___ SOURCE MATERIAL

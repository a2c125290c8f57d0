// Hand edits from a project file (axis, landmarks, fit range per file), as the batch applies them.
import type { FileEdits, ProjectDoc } from '../contract';
import type { HandEdits } from '../model';
import type { AnalysisSettings } from '../settings';
import { BatchOptionError } from './option-error';

/** Default project file name looked for inside an input folder. */
export const PROJECT_FILE_NAME = 'eggline-project.json';

const isPoint = (p: unknown): boolean =>
  typeof p === 'object' && p !== null && Number.isFinite((p as { x: unknown }).x) && Number.isFinite((p as { y: unknown }).y);

function checkEdits(key: string, e: unknown, label: string): void {
  const at = `${label}: edits for "${key}"`;
  if (typeof e !== 'object' || e === null) throw new BatchOptionError(`${at} must be an object`);
  const { axis, landmarks, fitRangeEl } = e as Partial<FileEdits>;
  if (axis != null && !(isPoint(axis.anterior) && isPoint(axis.posterior))) throw new BatchOptionError(`${at}: axis needs anterior and posterior points {x, y}`);
  if (landmarks != null && !(Array.isArray(landmarks) && landmarks.every((l) => typeof l?.name === 'string' && isPoint(l.point)))) {
    throw new BatchOptionError(`${at}: landmarks must be a list of { name, point: {x, y} }`);
  }
  if (fitRangeEl != null && !(Array.isArray(fitRangeEl) && fitRangeEl.length === 2 && fitRangeEl[0] >= 0 && fitRangeEl[0] < fitRangeEl[1] && fitRangeEl[1] <= 1)) {
    throw new BatchOptionError(`${at}: fitRangeEl must be two numbers [a, b] with 0 ≤ a < b ≤ 1`);
  }
}

/** Parse and check project JSON text; `label` (the file name) starts every error message. */
export function parseProjectDoc(text: string, label: string): ProjectDoc {
  let doc: Partial<ProjectDoc>;
  try {
    doc = JSON.parse(text) as Partial<ProjectDoc>;
  } catch (e) {
    throw new BatchOptionError(`${label}: not valid JSON (${(e as Error).message.split('\n')[0]})`);
  }
  if (typeof doc !== 'object' || doc === null || doc.schema !== 'eggline-project') {
    throw new BatchOptionError(`${label}: not an Eggline project file (schema must be "eggline-project")`);
  }
  if (doc.version !== 1) throw new BatchOptionError(`${label}: unsupported project version ${String(doc.version)} (expected 1)`);
  if (typeof doc.files !== 'object' || doc.files === null) throw new BatchOptionError(`${label}: "files" must be an object`);
  for (const [key, edits] of Object.entries(doc.files)) checkEdits(key, edits, label);
  return doc as ProjectDoc;
}

/** Normalise a relative path to forward slashes so project keys match on every platform. */
export function projectKey(relPath: string): string {
  return relPath.replace(/\\/g, '/').replace(/^\.\//, '');
}

/** The edits stored for one file: looked up by relative path, then by absolute path; null when none. */
export function editsForFile(doc: ProjectDoc | null, relPath: string, absPath?: string): FileEdits | null {
  if (!doc) return null;
  const files = doc.files;
  const key = projectKey(relPath);
  const hit = Object.prototype.hasOwnProperty.call(files, key) ? files[key]
    : absPath !== undefined && Object.prototype.hasOwnProperty.call(files, absPath) ? files[absPath] : undefined;
  return hit ?? null;
}

/** The pipeline's hand edits from stored file edits (axis marked 'hand'); null when there is nothing to apply. */
export function toHandEdits(edits: FileEdits | null): HandEdits | null {
  if (!edits || (!edits.axis && (edits.landmarks?.length ?? 0) === 0)) return null;
  const axis = edits.axis ? { anterior: edits.axis.anterior, posterior: edits.axis.posterior, source: 'hand' as const } : null;
  return { axis, landmarks: edits.landmarks ?? [] };
}

/** Settings for one file: the batch settings with the file's own fit range when the project sets one. */
export function settingsForFile(settings: AnalysisSettings, edits: FileEdits | null): AnalysisSettings {
  return edits?.fitRangeEl ? { ...settings, fitRangeEl: [edits.fitRangeEl[0], edits.fitRangeEl[1]] } : settings;
}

______

PROBLEM DESCRIPTION => Starting at the line that contains "AnalysisSettings, edits: FileEdits", write out every line to the end of the entries, exactly as given.

RESULT FOR THIS TASK =>
export function settingsForFile(settings: AnalysisSettings, edits: FileEdits | null): AnalysisSettings {
  return edits?.fitRangeEl ? { ...settings, fitRangeEl: [edits.fitRangeEl[0], edits.fitRangeEl[1]] } : settings;
}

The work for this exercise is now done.